In Paris ist der Artificial Intelligence Action Summit im Gange: Zahlreiche Staats- und Regierungschefs sowie führende Experten zum Thema KI werden erwartet. Weltweit läuft ein Wettrennen um die besten Technologien.
Allein der US-Konzern Amazon will rund 100 Milliarden Dollar in Infrastruktur für KI investieren, China machte mit dem Start-up Deepseek Schlagzeilen. Auch Frankreich hat angekündigt, dass es mit Investitionen nachziehen will. Aber wurde Europa allenfalls schon abgehängt? SRF-Digitalexperte Guido Berger ordnet ein.
Wie gut steht Europa in Sachen KI da – im Vergleich zu den USA oder China?
Die grossen Fortschritte, die KI in den letzten Jahren gemacht hat, sind hauptsächlich den grösseren Datenmengen zu verdanken. Man hat realisiert, dass wenn man diese Modelle mit viel mehr Daten füttert, sie auch besser werden. Entsprechend hat man riesige Datensätze zusammengestellt. Das passierte an amerikanischen Unis und benötigte sehr viel Rechenleistung. Diese Rechenleistung kommt im Wesentlichen ebenfalls von einer amerikanischen Firma, von Nvidia, die über 90 Prozent der Hardware herstellt. Dann kommen die Produkte dazu, insbesondere ChatGPT – all das ist aus den USA.
An der Methode KI arbeiten alle, in jeder Industrie, nicht nur in den USA.
Dennoch ist KI kein wirklich definierter Begriff. Müsste ich ihn definieren, würde ich festhalten: Es ist eine Methode, mit der man maschinelles Lernen nutzt, um ein Modell mit ganz vielen Daten zu trainieren.

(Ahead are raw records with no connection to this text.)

# ---------------------------------------------------------------------------
# syntax tree
# ---------------------------------------------------------------------------

@dataclass(frozen=True)
class Term:
    """A statistic of the configuration: ``max``, ``min``, ``empty``, ``occupied``,
    ``urn`` (``index``, 1-based) or ``count`` (urns whose occupancy satisfies
    ``op value``)."""

    kind: str
    index: Optional[int] = None
    op: Optional[str] = None
    value: Optional[int] = None
    column: int = field(default=0, compare=False)

    def __str__(self) -> str:
        if self.kind == "urn":
            return f"k{self.index}"
        if self.kind == "count":
            return f"count({self.op} {self.value})"
        return self.kind

    def evaluate(self, config: Sequence[int]) -> int:
        """The term's value on one occupancy vector."""
        kind = self.kind
        if kind == "max":
            return max(config)
        if kind == "min":
            return min(config)
        if kind == "empty":
            return sum(1 for v in config if v == 0)
        if kind == "occupied":
            return sum(1 for v in config if v > 0)
        if kind == "urn":
            return config[self.index - 1]
        test = _OPS[self.op]
        return sum(1 for v in config if test(v, self.value))


@dataclass(frozen=True)
class Comparison:
    """``term op value``."""

    term: Term
    op: str
    value: int

    def __str__(self) -> str:
        return f"{self.term} {self.op} {self.value}"


@dataclass(frozen=True)
class Not:
    """``not operand``."""

    operand: "Event"

    def __str__(self) -> str:
        return f"not {_wrap(self.operand, Not)}"


@dataclass(frozen=True)
class And:
    """``operands[0] and operands[1] and ...``."""

    operands: Tuple["Event", ...]

    def __str__(self) -> str:
        return " and ".join(_wrap(x, And) for x in self.operands)


@dataclass(frozen=True)
class Or:
    """``operands[0] or operands[1] or ...``."""

    operands: Tuple["Event", ...]

    def __str__(self) -> str:
        return " or ".join(_wrap(x, Or) for x in self.operands)
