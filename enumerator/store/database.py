r"""The result store: every exact result remembered in a SQL database.

What is stored
    One row per result under a canonical key (:mod:`enumerator.store.keys`):
    the *quantity* (``"configurations"``, ``"microstates"``, ``"profiles"``,
    or any name another module registers), the rule, ``n``, the bounds in
    the model's canonical text, an optional parameter text, and the
    algorithm *version*.  The value is exact text
    (:mod:`enumerator.store.codec`) — decimal digits for an ``int``, ``p/q``
    for a ``Fraction``, canonical JSON with numbers as strings for lists and
    dicts of them — never an SQLite ``INTEGER``, which is a signed 64-bit
    number.  Beside it: its digit count, the method that produced it, the
    nanoseconds spent and when, and a CRC-32 of key and value so a damaged
    row is refused instead of served.  The tables are described in
    :mod:`enumerator.store.schema`.

Where it lives
    A file path, a directory, or any SQLAlchemy URL
    (:func:`~enumerator.store.engine.resolve_location`); which one a
    computation uses is decided in :mod:`enumerator.store.context`.

Opening it
    A new store is created at the current schema version, unless it is
    opened with ``create=False`` (as the commands that only read or remove
    do): where there is no store it then reads as empty and nothing is
    made, neither folder nor file nor table.  An older store
    is upgraded in one transaction (:mod:`enumerator.store.migrations`), or
    refused, with what to do, when it cannot be written; a newer store is
    refused.  A store that cannot be written still answers reads; writes
    are then skipped and one warning says so.  An SQLite file that holds
    tables but is not a store (another application's database) is refused
    before anything in it is written; a store that lost its schema record
    is reported as damage.
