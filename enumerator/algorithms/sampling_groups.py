r"""Exact sampling by urn groups: weights, any number of urns, sparse draws.

One draw is written sparsely, as the occupied urns with their counts, so a
model of ``2**64`` urns costs nothing per urn.  The law is the rule's, with
weights (``model.groups``): MB — each ball independently in urn ``i`` with
probability ``w_i / W``, conditioned on the bounds, so ``P(k) ∝ n!/prod k_i!
prod w_i^{k_i}``; BE/FD — ``P(k) ∝ prod w_i^{k_i}`` over the admissible
vectors.

The method (sequential sampling from exact counts, the counting-to-sampling
reduction of Nijenhuis & Wilf, *Combinatorial Algorithms*, 2nd ed., 1978,
ch. 13; Feller vol. 1 §II.5 for stars and bars):

0. **MB without a biting bound** needs no counts: each of the ``n`` balls
   picks its group by exact integer thresholds on ``c_g W_g`` (a uniform
   integer below ``W = sum c_g W_g``), then a uniform urn of the group.
1. **Between groups.**  Suffix rows ``R_g(m)`` (the weighted ways for the
   groups ``g, g+1, ...`` to hold ``m`` balls, see
   :mod:`enumerator.algorithms.group_rows`) give the law of the balls ``j``
   of group ``g`` given ``m`` left: weight ``S_g(j) R_{g+1}(m-j)`` (BE/FD) or
   ``C(m, j) S_g(j) R_{g+1}(m-j)`` (MB), out of ``R_g(m)``.  Rational weights
   are scaled to integers first, so every choice is an exact integer
   threshold: a uniform integer below the total (whole 64-bit words from
   NumPy's PCG64 with rejection, :class:`RandomWords` — no floating point) against the running
   sums.
2. **Inside a group** the urns are interchangeable (equal weight and
   bounds), so the weight cancels:

   * BE without a biting upper bound: a uniform ``j``-multiset of the ``c``
     urns, as ``j`` stars among ``c + j - 1`` slots chosen by Floyd's
     algorithm (Bentley & Floyd, *A sample of brilliance*, CACM 30(9), 1987);
   * BE/FD with room for one ball: a uniform ``j``-subset, by Floyd;
   * MB without a biting bound: each ball a uniform urn;
   * otherwise recursive halving of the group with exact rows of the halves
     (at most ``2 log2 c`` distinct sizes), descending only into halves that
     receive balls.

Cost per draw: ``O(G n)`` big-integer steps between groups plus ``O(n)``
(direct cases) or ``O(n^2 log c)`` (halving) inside; set-up: the rows of
:func:`enumerator.algorithms.group_rows.rows_cost`.  Nothing grows with the
number of urns ``r``.
"""

from __future__ import annotations

import bisect
import math
from typing import Dict, List, Optional, Tuple

import gmpy2
import numpy as np

from ..core.errors import InvalidParameters
from ..core.limits import STEPS_PER_SECOND, Cost, bigint_bytes, check
from .group_rows import group_row, integer_weights, row_bits, rows_cost, suffix_rows

__all__ = ["GroupSampler", "RandomWords"]

mpz = gmpy2.mpz

Sparse = Tuple[Tuple[int, int], ...]


class RandomWords:
    """Uniform 64-bit words from a NumPy generator, drawn 512 at a time, and exact bounded integers from them.

    :meth:`below` is exact by rejection (Knuth, *TAOCP* vol. 2, 3rd ed.,
    1997, §3.4.1): below ``2**64`` a word is kept when it is under the
    largest multiple of the bound and reduced modulo it; above, whole words
    are joined, masked to the bound's bit length and kept when under it.
    Buffering makes each draw a list pop instead of a NumPy call.
    """

    __slots__ = ("rng", "buffer")

    def __init__(self, rng: np.random.Generator):
        self.rng = rng
        self.buffer: List[int] = []

    def word(self) -> int:
        if not self.buffer:
            self.buffer = self.rng.integers(0, 2**64 - 1, size=512, endpoint=True, dtype=np.uint64).tolist()
        return self.buffer.pop()

    def below(self, bound: int) -> int:
        """A uniform integer in ``[0, bound)``, exactly."""
        if bound <= 0:
            raise ValueError("bound must be positive")
        if bound <= 2**64:
            limit = 2**64 - (2**64 % bound)
            while True:
                w = self.word()
                if w < limit:
                    return w % bound
        bits = (bound - 1).bit_length()
        words = -(-bits // 64)
        mask = (1 << bits) - 1
        while True:
            value = 0
            for _ in range(words):
                value = (value << 64) | self.word()
            value &= mask
            if value < bound:
                return value


def _pick_cumulative(rng, cumulative: List) -> int:
    """The index ``i`` with ``C_{i-1} <= U < C_i`` for ``U`` uniform below the last running sum ``C``."""
    u = rng.below(int(cumulative[-1]))
    return bisect.bisect_right(cumulative, u)


#: Most bytes of running sums the sampler keeps between draws; past it,
#: rows are summed afresh per draw.
MEMO_BYTES = 256 * 2**20


def _floyd(rng, population: int, k: int) -> List[int]:
    """A uniform ``k``-subset of ``range(population)``, sorted (Floyd's algorithm; any size of *population*)."""
    chosen = set()
    for j in range(population - k, population):
        t = rng.below(j + 1)
        chosen.add(j if t in chosen else t)
    return sorted(chosen)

Und an dieser Methode arbeiten alle, in jeder Industrie, nicht nur in den USA.
Wo besteht Nachholbedarf in Europa?
Die Regulierung ist ein Thema: Gerade die grossen, modernen Systeme benötigen ungemein viele Daten. Eine Datenschutzregulierung setzt da Grenzen. Da ist man in der EU generell etwas restriktiver als in anderen Weltregionen.
Das fördert nicht gerade Lust von Investoren.
Zudem habe ich den Eindruck, dass die EU versucht, den Fehler der Nullerjahre in Bezug auf die fehlende Regulierung von Social Media nicht zu wiederholen. Das fördert nicht gerade Lust von Investoren. Das Risikokapital scheint also weniger da zu sein, staatliche Investitionen werden weniger getätigt. Insbesondere, wenn es so um die grossen Anwendungen geht, diese riesigen Rechenzentren, die solche Produkte überhaupt erst ermöglichen. Nun hat zwar Macron versprochen, dass über 100 Milliarden Euro investiert werden: Das sind aber private Investitionen, also nicht vom französischen Staat. Es ist aber eine Willensbekundung.
Europa hinke auch bei der KI-Forschung hinterher, sagen einige. Was ist da dran?
Wenn es um Forschung im Bereich Machine Learning geht, wird in der EU sowie in der Schweiz sehr viel geforscht.
Es gibt durchaus Dinge, die sich in Europa sehen lassen können.
Mistral, eine französische Firma, ist zum Beispiel bezüglich Marktwert in den Top fünf der KI-Unternehmen, noch vor Unternehmen aus China beispielsweise. Es gibt durchaus Dinge, die sich in Europa sehen lassen können.
Wie realistisch ist es, dass Europa noch aufschliessen kann?
Es geht darum, mit cleveren Tricks die Modelle effizienter zu machen. Und es geht auch darum, mit offenen Modellen zu arbeiten, damit man auf der Arbeit anderer aufbauen kann. Das passiert im Moment und sehe ich als ganz wichtige Entwicklung. Denn das könnte dazu führen, dass so etwas wie generative KI, die heute noch ein teures Produkt ist, günstiger, vielleicht sogar gratis wird sowie in den Händen von vielen liegt, nicht nur wenigen amerikanischen Firmen. Dann könnte auch Europa ohne eine eigene Chipindustrie durchaus innovativ sein.